Preemptive treatment of de novo donor-specific antibodies in lung transplant patients reduces subsequent risk of chronic lung allograft dysfunction or death

Michael Keller, Song Yang, Lucia Ponor, Ann Bon, Adam Cochrane, Mary Carmelle Philogene, Errol Bush, Pali Shah, Joby Mathew, Anne W. Brown, Hyesik Kong, Ananth Charya, Helen Luikart, Steven D. Nathan, Kiran K. Khush, Moon Jang, Sean Agbor-Enoh

Research output: Contribution to journalArticlepeer-review

Abstract

The development of donor-specific antibodies after lung transplantation is associated with downstream acute cellular rejection, antibody-mediated rejection (AMR), chronic lung allograft dysfunction (CLAD), or death.

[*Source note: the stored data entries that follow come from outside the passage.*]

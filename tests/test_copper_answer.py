"""Copper loss where the user meets it: printed, in result files, as a figure."""

from dataclasses import replace
from io import StringIO
from pathlib import Path

import pytest
from rich.console import Console

import femag as fm
from femag.answer import WIDTH, print_answer
from femag.cli import main
from femag.design_file import design_toml


@pytest.fixture(scope="module")
def design() -> fm.Design:
    former = fm.Former(wall=0.6e-3, flange=0.6e-3)
    return fm.Design(
        core=fm.catalogue_core("P 26/16").core(),
        gaps=(fm.Gap(0.5e-3),),
        windings=(
            fm.Winding(30, conductor=fm.RoundWire(0.5e-3, 0.03e-3), former=former),
            fm.Winding(4, fm.Block(9e-3, 9.5e-3, -1e-3, 1e-3), "sense"),
        ),
        material=fm.LinearCurve(2000.0),
        current=2.0,
        ripple=fm.Ripple(1.0, 1e5),
    )


@pytest.fixture(scope="module")
def result(design: fm.Design) -> fm.Result:
    return fm.solve(design)


def printed(result: fm.Result) -> str:
    text = StringIO()
    print_answer(result, Console(file=text, width=WIDTH))
    return text.getvalue()


def test_answer_has_layers_total_and_what_is_left_out(result: fm.Result) -> None:
    text = printed(result)
    assert max(map(len, text.splitlines())) <= WIDTH
    rows = {line[:16].strip(): line.split()[-1] for line in text.partition("loss of")[2].split("\n")
            if line.strip()}  # fmt: skip
    assert {"layer 1", "layer 2", "winding main", "winding sense"} <= set(rows)
    loss = result.copper_loss[0]
    assert f"{1e3 * (loss.total or 0):.1f} mW" in text
    assert "no conductor: the squared field only" in " ".join(text.split())
    (main_row,) = (line for line in text.splitlines() if line.startswith("winding main"))
    assert f"{1e3 * (loss.crossing or 0):.1f} mW" in main_row


def test_losses_are_in_the_budget_where_all_are_known(result: fm.Result, design: fm.Design) -> None:
    assert result.loss_budget is not None
    assert result.loss_budget.copper_ripple is None  # of the winding without conductor
    known = replace(result, copper_loss=result.copper_loss[:1])
    loss = known.copper_loss[0]
    assert known.loss_budget is not None
    assert known.loss_budget.copper_ripple == pytest.approx(
        (loss.ripple or 0.0) + (loss.crossing or 0.0)
    )
    assert known.loss_budget.copper_dc == pytest.approx(loss.dc)


def test_result_file_gives_the_losses_back(result: fm.Result, tmp_path: Path) -> None:
    fm.write_result(result, tmp_path / "r.json")
    assert fm.read_result(tmp_path / "r.json").copper_loss == result.copper_loss


def test_solve_writes_the_figures_of_losses_that_are_known(
    design: fm.Design, tmp_path: Path, capsys: pytest.CaptureFixture[str]
) -> None:
    file, folder = tmp_path / "design.toml", tmp_path / "out"
    lossy = fm.Steinmetz(1.5, 1.45, 2.6, (25e3, 300e3), (0.03, 0.3))
    text = design_toml(replace(design, material=fm.LinearCurve(2000.0, lossy), tolerance=1e-2))
    file.write_text(text, encoding="utf-8")
    assert main(["solve", str(file), "--out", str(folder)]) == 0
    assert "gap.png, copper.png, core-loss.png\n" in capsys.readouterr().out
    for name in ("copper.png", "core-loss.png"):
        assert (folder / name).stat().st_size > 10_000
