"""``gapfield gap --write``: the owner's file with another gap."""

from dataclasses import replace
from pathlib import Path

import pytest

import femag as fm
from femag.design_file import changed_design_file

OWN = """\
# coupled to board 7, invented
title = "mine"   # for print

[core]
size = "P 26/16"        # of the catalogue
material = { file = "ferrite.csv" }

[[gap]]
leg = "post"
length = "19.7 mil"  # ground

# primary
[[winding]]
  turns = 50
[drive]
current = "0.5 A"
waveform = "parts/period.csv"
[tolerance]
gap = "0.02 mm"
"""
FERRITE = "H [A/m],B [T]\n25,0.09\n100,0.28\n500,0.43\n"
PERIOD = "t [us];I [mA]\n2;-100\n6;100\n12;-100\n"


@pytest.fixture
def own(tmp_path: Path) -> Path:
    folder = tmp_path / "mine"
    (folder / "parts").mkdir(parents=True)
    (folder / "ferrite.csv").write_text(FERRITE)
    (folder / "parts" / "period.csv").write_text(PERIOD)
    (folder / "design.toml").write_text(OWN)
    return folder / "design.toml"


def changed(file: Path, target: Path, **parts: object) -> tuple[str, fm.Design]:
    before = fm.read_design(file)
    after = replace(before, **parts)  # type: ignore[arg-type]
    text = changed_design_file(file, before, after, target)
    target.write_text(text)
    return text, after


def test_only_what_changed_is_written_anew(own: Path) -> None:
    before = own.read_text()
    windings = (replace(fm.read_design(own).windings[0], turns=48),)
    text, after = changed(
        own, own.with_name("b.toml"), gaps=fm.Gap(0.5678e-3), windings=windings, current=3.0
    )
    expected = (
        before.replace('"19.7 mil"', '"0.5678 mm"')
        .replace("turns = 50", "turns = 48")
        .replace('"0.5 A"', '"3 A"')
    )
    assert text == expected
    assert fm.read_design(own.with_name("b.toml")) == after


def test_paths_mean_the_same_in_another_folder(own: Path, tmp_path: Path) -> None:
    (tmp_path / "other").mkdir()
    text, after = changed(own, tmp_path / "other" / "b.toml", current=3.0)
    assert 'material = { file = "../mine/ferrite.csv" }' in text
    assert 'waveform = "../mine/parts/period.csv"' in text
    assert fm.read_design(tmp_path / "other" / "b.toml") == after


@pytest.mark.parametrize(
    ("start", "end", "kept"),
    [
        ("", "# primary\n[[winding]]\nturns = 50\n", True),
        ("gap = []\n", "[[winding]]\nturns = 50\n", False),
        ("winding = [{ turns = 50 }]\n", "", False),
        ('title = """\\\n[[winding]]"""\n', "[[winding]]\nturns = 50", False),
    ],
    ids=["before the windings", "empty list", "windings in a line", "text like a table"],
)
@pytest.mark.parametrize("line_end", ["\n", "\r\n"])
def test_a_first_gap_gets_a_place(
    tmp_path: Path, start: str, end: str, kept: bool, line_end: str
) -> None:
    core = '[core]\nsize = "P 26/16"\nmaterial = { permeability = 2000 }\n\n'
    file = tmp_path / "design.toml"
    file.write_bytes(f"{start}{core}{end}".replace("\n", line_end).encode())
    text, after = changed(file, tmp_path / "b.toml", gaps=fm.Gap(0.5e-3))
    assert fm.read_design(tmp_path / "b.toml") == after
    assert text.count("\n") == text.count(line_end)
    if kept:
        gap = '[[gap]]\nleg = "post"\nlength = "0.5 mm"\n\n'
        assert text == f"{core}{gap}{end}".replace("\n", line_end)


def test_a_file_that_was_changed_meanwhile_is_refused(own: Path) -> None:
    before = fm.read_design(own)
    own.write_text(own.read_text().replace("50", "51"))
    with pytest.raises(fm.InputError, match=r"design\.toml: has changed while"):
        changed_design_file(own, before, replace(before, current=2.0), own.with_name("b.toml"))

It is unknown whether preemptive (early) treatment of de novo donor-specific antibodies (dnDSAs), in the absence of clinical signs and symptoms of allograft dysfunction, reduces the risk of subsequent CLAD or death. We performed a multicenter, retrospective cohort study to determine if early treatment of dnDSAs in lung transplant patients reduces the risk of the composite endpoint of CLAD or death. In the cohort of 445 patients, 145 patients developed dnDSAs posttransplant. Thirty patients received early targeted treatment for dnDSAs in the absence of clinical signs and symptoms of AMR. Early treatment of dnDSAs was associated with a decreased risk of CLAD or death (hazard ratio, 0.36; 95% confidence interval, 0.17-0.76; P < .01). Deferring treatment until the development of clinical AMR was associated with an increased risk of CLAD or death (hazard ratio, 3.00; 95% confidence interval, 1.46-6.18; P < .01). This study suggests that early, preemptive treatment of donor-specific antibodies in lung transplant patients may reduce the subsequent risk of CLAD or death.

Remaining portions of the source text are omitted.